There are many useful functions in sf to deal with mapping data, for instance

  • st_distance to compute (real) distances between coordinates;
  • st_centroid to obtain the center of a polygon (or region);

For example we con visualize the centers of the areas identified by the polygons in nc with

nc2 <- nc |> mutate(centre=st_centroid(nc)$geometry)
ggplot(nc2)+geom_sf()+geom_sf(aes(geometry=centre))

Exercise 2.2 (A first map with sf) We consider the GEOFLAR map proposed by “l’Institut Géographique National” to obtain a shapefile background map of the french departments. This map is available at http: //professionnels.ign.fr/, we can obtain it in the file dpt.zip (you have to unzip this file). We can import this map into a R object with

dpt <- read_sf("data/dpt")
ggplot(dpt) + geom_sf()

Redo the map of exercise 2.1 with this background map.

Exercise 2.3 (Unemployment rates) We want to visualize differences between unemployment rates in 2006 and 2011. The data are in the file tauxchomage.csv. We are interested in variables TCHOMB1T06 and TCHOMB1T11.

  1. Read the dataset.

  2. Merge this dataset with the one of the department. You can use inner_join.

  3. Make a comparison between the unemployment rates in 2006 and 2011 (build one map for 2006 and another one for 2011).
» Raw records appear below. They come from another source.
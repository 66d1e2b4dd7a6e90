"""Published indices below 3, the paper of each in the file: nothing secular that is built in gives them."""

from pathlib import Path

import pytest
from astropy.table import Table

from decayinfer.catalog.pulsar import Pulsar
from decayinfer.channels.registry import channel_names, load_channel
from decayinfer.inference.fit import fit_object
from decayinfer.inference.outcome import Status
from decayinfer.inference.settings import FitSettings
from decayinfer.results.summary import summarise

TABLE = Path(__file__).parents[1] / "data" / "braking_index_below_3.csv"
#: All channels; of the decay channels one, since all share the reach below 3.
SETTINGS = FitSettings(
    draws=400, tune=200, cooling=("candle",), channels=("constant", "phonon", *channel_names(rivals=True))
)


def classic():
    """The rows well below 3: by more than five of the total errors that a fit counts with."""
    table = Table.read(TABLE)
    return [row for row in table if row["n"] < 3.0 - 14.0 * row["n_err"]]


@pytest.mark.slow
@pytest.mark.parametrize("row", classic(), ids=lambda row: f"{row['psr']}-{row['n']}")
def test_no_secular_channel_reaches_a_classic_index(own_scenarios, row):
    star = Pulsar(
        name=str(row["psr"]), period=float(row["period_s"]), period_derivative=float(row["period_derivative"]),
        braking_index=float(row["n"]), braking_index_err_minus=float(row["n_err"]),
        braking_index_err_plus=float(row["n_err"]),
    )  # fmt: skip
    fit = fit_object(star, SETTINGS)
    for run in fit.fits:
        if load_channel(run.channel).secular:
            assert run.status is Status.UNREACHABLE, run.channel
            assert "total errors below 3" in run.reason
        else:
            assert run.status is not Status.FAILED, (run.channel, run.reason)
    rows = summarise(star, fit, SETTINGS)
    assert "no secular channel reaches this index" in rows.objects["verdict"]
    assert rows.objects["probability_any_decay"] == 0.0
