describe('what is wrong with a whole batch', () => {
  const refused = async (...words: string[]) => {
    const { code, stderr } = await run(folder, 'batch', ...words, '--out', 'never');
    expect(code).toBe(2);
    expect(stderr).not.toMatch(STACK_LINE);
    expect(existsSync(inFolder('never'))).toBe(false);
    return stderr;
  };

  it('is a grid above the limit, told with its count and the flag that raises it', async () => {
    expect(await refused(fourHundred, '--limit', '399')).toBe(
      'data/demo/four-hundred.yaml  the plan comes to 400 years; at most 399 are simulated unless more are allowed\n    → vary less, or allow more with --limit 400\n',
    );
    const axis = (n: number) =>
      `  - { given: range, name: a${n}, path: house.need.internalGains, from: 0, to: 999, step: 1 }`;
    const huge = writePlan('huge.yaml', `axes:\n${axis(1)}\n${axis(2)}\n`);
    expect(await refused(huge)).toContain('the plan comes to 1000000 years; at most 200000');
  });

  it('is a column that no scenario has, and a table without homes', async () => {
    writeFileSync(inFolder('data/demo/columns.csv'), 'home,house.heatLos.value\nA,1\n');
    const columns = writePlan('columns.yaml', 'homes: { file: columns.csv }\n');
    expect(await refused(columns)).toBe(
      "data/demo/columns.csv:1:6  column 'house.heatLos.value' is no place in a scenario\n    → perhaps house.heatLoss is meant\n",
    );
    writeFileSync(inFolder('data/demo/none.csv'), '# nothing\nhome,site.altitude\n\n');
    const none = writePlan('none.yaml', 'homes: { file: none.csv }\n');
    expect(await refused(none)).toMatch(/none.csv {2}the table holds no homes\n {4}→ write a row for each home/);
    const missing = writePlan('missing.yaml', 'homes: { file: nowhere.csv }\n');
    expect(await refused(missing)).toMatch(/data\/demo\/nowhere.csv {2}there is no such file/);
  });

  it('is a fault of the base scenario that no home and no axis mends', async () => {
    const house = readFileSync(inFolder('data/demo/house.yaml'), 'utf8');
    writeFileSync(
      inFolder('data/demo/broken.yaml'),
      house.replace('pumpPower: 35', 'pumpPower: -1').replace('value: 195', 'value: -1'),
    );
    writeFileSync(
      inFolder('data/demo/on-broken.yaml'),
      'name: T\nscenario: broken.yaml\naxes: [{ given: values, name: a, path: house.heatLoss.value, values: [100, 200] }]\n',
    );
    const stderr = await refused('data/demo/on-broken.yaml');
    expect(stderr).toMatch(/broken.yaml:\d+:27 {2}circulation.pumpPower is -1/);
    expect(stderr).not.toContain('heatLoss');
  });

  it('is a wrong word behind an option', async () => {
    expect((await run(folder, 'batch', fourHundred)).stderr).toContain("option '--out' is needed");
    expect(await refused(fourHundred, '--workers', '0')).toContain(
      "--workers is '0'; it is a whole number from 1 to 512",
    );
    expect(await refused(fourHundred, '--shard', '3/2')).toContain("--shard is '3/2'; it is a part");
    expect(await refused(fourHundred, '--limit', 'x')).toContain("--limit is 'x'");
  });
});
2.2.1 Challenge 1: temperature map with sf

We want to visualize temperatures in france far a given date. Data are available on the website of public data of meteofrance. In particular we focus on

  • the observed temperatures in some french stations in the link téléchargement. We just have to keep the Idof the station and the observed temperature (column t).
  • the location of these stations available in documentation
  1. Import the 2 required dataset (you can read those directly on the website). Temperatures are given in Kelvin. Convert them in Celsius (you just have to substract 273.15).

  2. Keep only stations from metropolitan france (remove stations from overseas department). Hint: You can keep only stations with longitude between -20 and 25. We call this dataset station1. Visualize stations on a french map with boundaries department.
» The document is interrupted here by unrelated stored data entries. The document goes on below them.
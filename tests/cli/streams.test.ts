import { spawn } from 'node:child_process';
import { closeSync, openSync, readFileSync } from 'node:fs';
import { join } from 'node:path';
import { fileURLToPath } from 'node:url';
import { describe, expect, it } from 'vitest';
import { folderWithDemo, makePipe, namesIn, run, STACK_LINE, start } from './program.ts';

const folder = folderWithDemo();
const house = 'data/demo/house.yaml';

describe('a reader that goes away', () => {
  it('is no fault, and files are written all the same', async () => {
    const { child, ended } = start(folder, ['simulate', house, '--json', '-', '--hourly', 'hours.csv']);
    child.stdout.destroy();
    const { code, stderr } = await ended;
    expect({ code, stderr }).toEqual({ code: 0, stderr: '' });
    expect(readFileSync(join(folder, 'hours.csv'), 'utf8').trimEnd().split('\n').length).toBe(8761);
  });

  it('is no fault on standard error either', async () => {
    const { child, ended } = start(folder, ['simulate', 'nix.yaml']);
    child.stderr.destroy();
    expect((await ended).code).toBe(2);
  });
});

describe('a standard output on a full disk', () => {
  it('is told with exit code 3', async () => {
    const full = openSync('/dev/full', 'w');
    const main = fileURLToPath(new URL('../../dist/main.js', import.meta.url));
    const child = spawn(process.execPath, [main, '--version'], { cwd: folder, stdio: ['ignore', full, 'pipe'] });
    let stderr = '';
    child.stderr?.on('data', (piece) => {
      stderr += piece;
    });
    const code = await new Promise((resolve) => child.on('close', resolve));
    closeSync(full);
    expect(code).toBe(3);
    expect(stderr).toContain('standard output  the file cannot be written: the disk is full');
    expect(stderr).not.toMatch(STACK_LINE);
  });
});

describe('an interruption', () => {
  it('leaves no passing file behind and ends as an interruption does', async () => {
    // Nobody reads the pipe: the program waits for a reader with its first output already begun.
    makePipe(join(folder, 'pipe'));
    const { child, ended } = start(folder, ['simulate', house, '--json', 'result.json', '--hourly', 'pipe']);
    while (!namesIn(folder).some((name) => name.endsWith('.tmp'))) await new Promise((later) => setTimeout(later, 10));
    child.kill('SIGINT');
    const { code, signal, stdout } = await ended;
    expect({ code, signal, stdout }).toEqual({ code: null, signal: 'SIGINT', stdout: '' });
    expect(namesIn(folder).filter((name) => /tmp$|^result/.test(name))).toEqual([]);
  });
});

describe('colours', () => {
  it('never go into a pipe', async () => {
    const { stderr } = await run(folder, 'simulate', 'nix.yaml');
    expect(stderr).toContain('nix.yaml  there is no such file');
    expect(stderr).not.toContain('\u001b');
  });
});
  3. Create a dataframe (with sf format) which contains temperatures of the stations in one column and a column geometry with the coordinate of these stations. We can start with

    station2 <- station1 |> select(Longitude,Latitude) |> 
      as.matrix() |> st_multipoint() |> st_geometry()
    st_crs(station2) <- 4326
    station2 <- st_cast(station2, to = "POINT")
  4. Visualize the stations in the french map. You can color the points (stations) according to the observed temperatures.

  5. We obtain coordinates of the centroids of the departments with

    centro <- st_centroid(dpt$geometry) 
    centro <- st_transform(centro,crs=4326)
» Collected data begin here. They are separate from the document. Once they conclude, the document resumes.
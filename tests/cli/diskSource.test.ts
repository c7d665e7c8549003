import { linkSync, mkdirSync, mkdtempSync, rmSync, symlinkSync, truncateSync, writeFileSync } from 'node:fs';
import { createServer } from 'node:net';
import { tmpdir } from 'node:os';
import { join } from 'node:path';
import { afterAll, describe, expect, it } from 'vitest';
import { DiskSource } from '../../cli/diskSource.ts';
import { isSameFile } from '../../cli/fileIdentity.ts';
import { problemText } from '../../src/core/problemText.ts';
import { isProblem } from '../../src/scenario/fileSource.ts';
import { makePipe } from './program.ts';

const folder = mkdtempSync(join(tmpdir(), 'winterledger-'));
afterAll(() => rmSync(folder, { recursive: true, force: true }));
const at = (name: string) => join(folder, name);
const put = (name: string, text: string) => {
  writeFileSync(at(name), text);
  return at(name);
};

function refused(name: string): string {
  const result = new DiskSource().read(name);
  return isProblem(result) ? problemText(result) : 'was read';
}

describe('input files on the disk', () => {
  it('come with the SHA-256 of exactly their bytes', () => {
    const read = new DiskSource().read(put('abc.csv', 'abc'));
    expect(isProblem(read)).toBe(false);
    if (isProblem(read)) return;
    expect([...read.bytes]).toEqual([97, 98, 99]);
    // FIPS 180-4, the example of a message of one block: 'abc'.
    expect(read.sha256).toBe('ba7816bf8f01cfea414140de5dae2223b00361a396177a9cb410ff61f20015ad');
  });

  it('are read once: what changes on the disk during a run does not change the run', () => {
    const source = new DiskSource();
    const name = put('twice.csv', 'first');
    const first = source.read(name);
    put('twice.csv', 'second');
    expect(source.read(name)).toEqual(first);
  });

  it('are looked for beside the file that names them', () => {
    mkdirSync(at('inner'), { recursive: true });
    writeFileSync(at('inner/tariff.yaml'), 'x');
    const read = new DiskSource().read('tariff.yaml', at('inner/house.yaml'));
    expect(read).toMatchObject({ name: at('inner/tariff.yaml') });
  });

  it('may be links, and a link is known for the file that it leads to', () => {
    const name = put('real.csv', 'x');
    symlinkSync(name, at('link.csv'));
    linkSync(name, at('hard.csv'));
    const source = new DiskSource();
    for (const each of ['real.csv', 'link.csv', 'hard.csv']) source.read(at(each));
    const [real, link, hard] = source.identities;
    expect(isSameFile(real!, link!)).toBe(true);
    expect(isSameFile(real!, hard!)).toBe(true);
    source.read(put('other.csv', 'x'));
    expect(isSameFile(real!, source.identities[3]!)).toBe(false);
  });

  it('are refused when there is no such file, whatever the name', () => {
    expect(refused(at('none.yaml'))).toContain('there is no such file');
    expect(refused(join(put('plain', 'x'), 'below.yaml'))).toContain('there is no such file');
    expect(refused('x\0y')).toContain('x\\u0000y  there is no such file');
    expect(refused('n'.repeat(5000))).toContain('there is no such file');
  });

  it('are refused when they are a folder, a pipe, a socket or a device', async () => {
    expect(refused(folder)).toContain('this is a folder, not a file');
    makePipe(at('pipe.csv'));
    expect(refused(at('pipe.csv'))).toContain('this is a pipe, not a file');
    expect(refused('/dev/null')).toContain('this is a device, not a file');
    const server = createServer();
    await new Promise<void>((resolve) => server.listen(at('socket'), resolve));
    expect(refused(at('socket'))).toContain('this is a socket, not a file');
    await new Promise((resolve) => server.close(resolve));
  });

  it('are refused when links lead in a circle', () => {
    symlinkSync(at('b.csv'), at('a.csv'));
    symlinkSync(at('a.csv'), at('b.csv'));
    expect(refused(at('a.csv'))).toContain('cannot be read: links lead in a circle');
  });

  it('are refused above their size, by kind, before a byte is read', () => {
    truncateSync(put('large.yaml', ''), 1_000_001);
    expect(refused(at('large.yaml'))).toContain('the file has 1.0 MB; at most 1 MB is read');
    truncateSync(put('large.csv', ''), 200_000_001);
    expect(refused(at('large.csv'))).toContain('the file has 200.0 MB; at most 200 MB is read');
  });

  it('may be as large as their kind allows', () => {
    truncateSync(put('full.yaml', ''), 1_000_000);
    const read = new DiskSource().read(at('full.yaml'));
    expect(isProblem(read) ? 0 : read.bytes.length).toBe(1_000_000);
  });
});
    We then deduce distances between these centroids and the stations (here df is the sf table computed in question 3).

    DD <- st_distance(df,centro)

    Predict the temperature in each department with a one nearest neighbour rule (temperature of department \(i\) is the temperature of the nearest station of \(i\)).

  6. Color departments according to the predicted temperatures. We can use a gradient color from yellow (for low temperatures) to red (for high temperatures).

2.2.2 Finding background shapefile map

We usually need background shapefile map to build a map with sf. Many solution exists:

  • some R packages, for instance rnaturalearth:

    world <- rnaturalearth::ne_countries(scale = "medium", returnclass = "sf")
    class(world)
    [1] "sf"         "data.frame"
    ggplot(data = world) +
    geom_sf(aes(fill = pop_est)) +
    scale_fill_viridis_c(option = "plasma", trans = "sqrt")+theme_void()

    We can also visualize earth as a sphere:

    ggplot(data = world) +
    geom_sf() +
    coord_sf(crs = "+proj=laea +lat_0=52 +lon_0=10 +x_0=4321000 +y_0=3210000 +ellps=GRS80 +units=m +no_defs ")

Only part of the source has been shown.